## DATA FOR THIS TASK
────────────────────────────────────────
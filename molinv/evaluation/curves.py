"""Learning curves: test error against training-set size, honestly measured.

One held-out test set is drawn first and never trained on. Training sets of each
size on a geometric ladder are drawn from the rest, several times per size with
seeds that depend only on (seed, size, draw), so that every model on the same
data sees identical splits. Hyperparameters are whatever the model chooses inside
its own ``fit`` (use a cross-validated model: the test set plays no part). Models are
fitted without their predictive-uncertainty state (``predictive_std=False``).

Every finished point is written to the run folder at once (an ``.npz`` of test
predictions and a ``.json`` of its numbers), so an interrupted run resumes from
the finished points.
"""

from __future__ import annotations

import hashlib
import json
import math
import re
import time
from dataclasses import dataclass
from pathlib import Path
from typing import Sequence

import numpy as np
import pandas as pd
from sklearn.base import clone
from tqdm.auto import tqdm

from molinv.errors import MolinvError
from molinv.models.kernel_ridge import cv_splitter
from molinv.molecules.units import convert_energy
from molinv.outputs import written_atomically

#: The default ladder of training sizes (roughly 1-2-5 per decade; common practice, no source).
DEFAULT_SIZES = (100, 200, 500, 1000, 2000, 5000, 10000, 20000, 50000, 100000)


class CurveError(MolinvError, ValueError):
    """Settings a learning curve cannot run with."""


def size_ladder(n_available: int, sizes: Sequence[int] = DEFAULT_SIZES) -> list[int]:
    """The sizes of ``sizes`` that fit into ``n_available`` training candidates."""
    ladder = sorted({int(s) for s in sizes if 0 < int(s) <= n_available})
    if not ladder:
        raise CurveError(f"no training size in {list(sizes)} fits the {n_available} molecules left after the test set")
    return ladder


def test_split(n_molecules: int, test_size: int, seed: int) -> tuple[np.ndarray, np.ndarray]:
    """(test, pool): a fixed random test set, drawn first, and everything else."""
    if not 0 < test_size < n_molecules:
        raise CurveError(f"test set of {test_size} cannot be drawn from {n_molecules} molecules")
    order = np.random.default_rng([seed, 0]).permutation(n_molecules)
    return np.sort(order[:test_size]), np.sort(order[test_size:])


def training_draw(pool: np.ndarray, size: int, draw: int, seed: int) -> np.ndarray:
    """A training set of ``size`` from ``pool``; depends only on (seed, size, draw)."""
    rng = np.random.default_rng([seed, 1, size, draw])
    return np.sort(rng.choice(pool, size=size, replace=False))


def error_metrics(reference: np.ndarray, predicted: np.ndarray) -> dict[str, float]:
    errors = np.asarray(predicted, float) - np.asarray(reference, float)
    return {
        "mae": float(np.mean(np.abs(errors))),
        "rmse": float(np.sqrt(np.mean(errors**2))),
        "max_error": float(np.max(np.abs(errors))),
    }


def _dataset_fingerprint(y: np.ndarray, test: np.ndarray) -> str:
    digest = hashlib.sha256(np.ascontiguousarray(y, dtype=np.float64).tobytes())
    digest.update(np.ascontiguousarray(test, dtype=np.int64).tobytes())
    return digest.hexdigest()[:16]


def chosen_hyperparameters(model) -> dict:
    """What a cross-validated model chose (``width_``, ``regularization_``), flagging grid edges.

    A choice on the edge of its grid means the best value may lie outside it.
    """
    chosen = {}
    for attribute, grid_name in (("width_", "widths"), ("regularization_", "regularizations")):
        if not hasattr(model, attribute):
            continue
        key = attribute.rstrip("_")
        chosen[key] = float(getattr(model, attribute))
        grid = getattr(model, grid_name, None)
        # Widths may be given in units of a data-derived length (width_unit="median").
        unit = float(getattr(model, "width_unit_value_", 1.0)) if key == "width" else 1.0
        if grid is not None and len(grid) > 1 and any(np.isclose(chosen[key], unit * edge, rtol=1e-9)
                                                     for edge in (min(grid), max(grid))):
            chosen[f"{key}_at_grid_edge"] = True
    if getattr(model, "refused_", None):
        # Better grid points whose final factorisation failed (see KernelRidgeCV).
        chosen["refused"] = len(model.refused_)
    return chosen


#: What a choice on each edge of the grid means, in plain words.
EDGE_ADVICE = {
    ("width", "low"): "the narrowest kernel width tried: training molecules barely inform one another, so expect "
                      "large errors away from them; more training molecules or another descriptor usually help",
    ("width", "high"): "the widest kernel width tried: the cross-validated error might still fall with wider "
                       "kernels than the grid offers; the error above is what this model achieves",
    ("regularization", "low"): "the smallest regularisation tried: the training energies are fitted almost "
                               "exactly, as suits noise-free quantum-chemistry labels",
    ("regularization", "high"): "the largest regularisation tried: the labels look noisy or the descriptor misses "
                                "what drives them; check the energies' unit and outliers",
}


def fit_summary(model, unit: str = "kcal/mol") -> list[str]:
    """Lines that say how good a cross-validated model is: its cross-validated MAE (in ``unit``
    and eV), the width and regularisation it chose, and what a choice on a grid edge means.
    Empty for models without a cross-validation (``cv_mae_``)."""
    errors = getattr(model, "cv_mae_", None)
    if errors is None or not hasattr(model, "width_"):
        return []
    scale = float(getattr(model, "width_unit_value_", 1.0))
    widths = np.asarray(model.widths, float) * scale
    regularizations = np.asarray(model.regularizations, float)
    i_width = int(np.argmin(np.abs(widths - model.width_)))
    i_reg = int(np.argmin(np.abs(np.log(regularizations) - np.log(model.regularization_))))
    mae = float(errors[i_width, i_reg])
    searched = len(getattr(model, "search_rows_", []))
    n_folds = cv_splitter(getattr(model, "cv", 5), None).get_n_splits(np.zeros((searched, 1)))
    lines = [f"cross-validated MAE ({n_folds}-fold, {searched} molecules): "
             f"{convert_energy(mae, 'eV', unit):.3g} {unit} ({mae:.3g} eV)"]
    in_medians = getattr(model, "width_unit", "absolute") == "median"
    width = (f"{model.width_ / scale:g} x the median training distance ({model.width_:.4g} in descriptor units)"
             if in_medians else f"{model.width_:g}")
    lines.append(f"chosen kernel width {width}, regularisation {model.regularization_:g}")
    for name, index, grid in (("width", i_width, widths), ("regularization", i_reg, regularizations)):
        if len(grid) > 1 and index in (0, len(grid) - 1):
            lines.append(f"note: {EDGE_ADVICE[name, 'low' if index == 0 else 'high']}")
    return lines


@dataclass
class CurveRun:
    """A learning-curve run folder: settings, test set, and one file pair per finished point."""

    folder: Path
    y: np.ndarray
    test: np.ndarray
    pool: np.ndarray
    sizes: list[int]
    n_draws: int
    seed: int

    @classmethod
    def open(cls, folder, y, *, test_size: int, sizes=DEFAULT_SIZES, n_draws: int = 3, seed: int = 0) -> "CurveRun":
        """Create the run folder, or reopen it when its settings match (else refuse)."""
        folder = Path(folder)
        y = np.asarray(y, dtype=float)
        if y.ndim != 1 or not np.all(np.isfinite(y)):
            raise CurveError("targets must be a 1-D array of finite energies")
        if n_draws < 1:
            raise CurveError("n_draws must be at least 1")
        test, pool = test_split(len(y), test_size, seed)
        ladder = size_ladder(len(pool), sizes)
        settings = {"n_molecules": len(y), "test_size": int(test_size), "seed": int(seed),
                    "dataset": _dataset_fingerprint(y, test)}
        folder.mkdir(parents=True, exist_ok=True)
        record = folder / "run.json"
        if record.exists():
            stored = json.loads(record.read_text())
            if stored != settings:
                raise CurveError(
                    f"{folder} holds a run on other data or settings ({stored}); choose another folder"
                )
        else:
            with written_atomically(record) as temporary:
                temporary.write_text(json.dumps(settings, indent=2))
        return cls(folder, y, test, pool, ladder, int(n_draws), int(seed))

    def _label_folder(self, label: str) -> Path:
        return self.folder / "points" / "".join(c if c.isalnum() or c in "-_." else "_" for c in label)

    def _point_path(self, label: str, size: int, draw: int) -> Path:
        return self._label_folder(label) / f"n{size:07d}-d{draw:02d}"

    def run(self, X, model, label: str, progress: bool | None = None, settings: dict | None = None) -> pd.DataFrame:
        """Fit ``clone(model)`` on every (size, draw) not yet done; return all points of ``label``.

        ``X`` is anything the model takes that indexes by molecule (array,
        CountedFeatures, AtomFeatures), in the order of the targets. ``settings`` (JSON)
        describes how ``X`` was made (the descriptor's settings): with the model's
        parameters it is the key of the label's points, so a rerun with other settings
        into the same folder is refused rather than served the old points.
        """
        if len(X) != len(self.y):
            raise CurveError(f"{len(X)} feature rows for {len(self.y)} targets")
        self._claim_label(label, {"model": type(model).__name__, "params": model.get_params(deep=False),
                                  "features": settings or {}})
        jobs = [(size, draw) for size in self.sizes for draw in range(self.n_draws)]
        todo = [(s, d) for s, d in jobs if not self._point_path(label, s, d).with_suffix(".json").exists()]
        X_test, y_test = X[self.test], self.y[self.test]
        for size, draw in tqdm(todo, desc=f"curve {label}", unit="fit", disable=None if progress is None else not progress):
            train = training_draw(self.pool, size, draw, self.seed)
            fitted = clone(model)
            if "predictive_std" in fitted.get_params():
                # Only test errors are measured: the uncertainty state (for exact kernel ridge a
                # second n x n factor and its inverse) would cost time and memory for nothing.
                fitted.set_params(predictive_std=False)
            started = time.perf_counter()
            fitted.fit(X[train], self.y[train])
            fit_seconds = time.perf_counter() - started
            predicted = np.asarray(fitted.predict(X_test), dtype=float)
            point = {"label": label, "size": size, "draw": draw, **error_metrics(y_test, predicted),
                     "fit_seconds": fit_seconds, "hyperparameters": chosen_hyperparameters(fitted)}
            path = self._point_path(label, size, draw)
            path.parent.mkdir(parents=True, exist_ok=True)
            with written_atomically(path.with_suffix(".npz")) as temporary, open(temporary, "wb") as handle:
                np.savez(handle, predicted=predicted)
            # The .json is written last: its presence marks the point as finished.
            with written_atomically(path.with_suffix(".json")) as temporary:
                temporary.write_text(json.dumps(point))
        return self.points(label)

    def _claim_label(self, label: str, key: dict) -> None:
        """Record the settings of ``label``'s points, or refuse when they differ from the recorded ones."""
        key = json.loads(json.dumps(key, sort_keys=True, default=_setting_text))
        key["params"] = {k: v for k, v in key["params"].items() if k not in NOT_NUMERIC_PARAMS}
        folder = self._label_folder(label)
        record = folder / "settings.json"
        if record.exists():
            stored = json.loads(record.read_text())
            if stored != key:
                differing = sorted(_differences(stored, key))
                raise CurveError(f"{folder}: the points of {label!r} were computed with other settings "
                                 f"(differing: {', '.join(differing)[:300]}); choose another folder")
            return
        if any(folder.glob(POINT_PATTERN)):
            raise CurveError(f"{folder}: points of {label!r} without a record of their settings (an older "
                             "molinv); choose another folder")
        folder.mkdir(parents=True, exist_ok=True)
        with written_atomically(record) as temporary:
            temporary.write_text(json.dumps(key, indent=2, sort_keys=True))

    def points(self, label: str | None = None) -> pd.DataFrame:
        """Every finished point (errors in eV), optionally of one label."""
        rows = [json.loads(p.read_text()) for p in sorted((self.folder / "points").glob("*/" + POINT_PATTERN))]
        table = pd.DataFrame(rows, columns=["label", "size", "draw", "mae", "rmse", "max_error", "fit_seconds",
                                            "hyperparameters"])
        return table if label is None else table[table["label"] == label].reset_index(drop=True)

    def predictions(self, label: str, size: int, draw: int = 0) -> np.ndarray:
        """Test-set predictions (eV) of one finished point, in the order of ``self.test``."""
        with np.load(self._point_path(label, size, draw).with_suffix(".npz"), allow_pickle=False) as data:
            return data["predicted"]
────────────────────────────────────────
## PROMPT
Provide only the number of lines from the material above that include the word "predictions".

## EXERCISE RESULT
3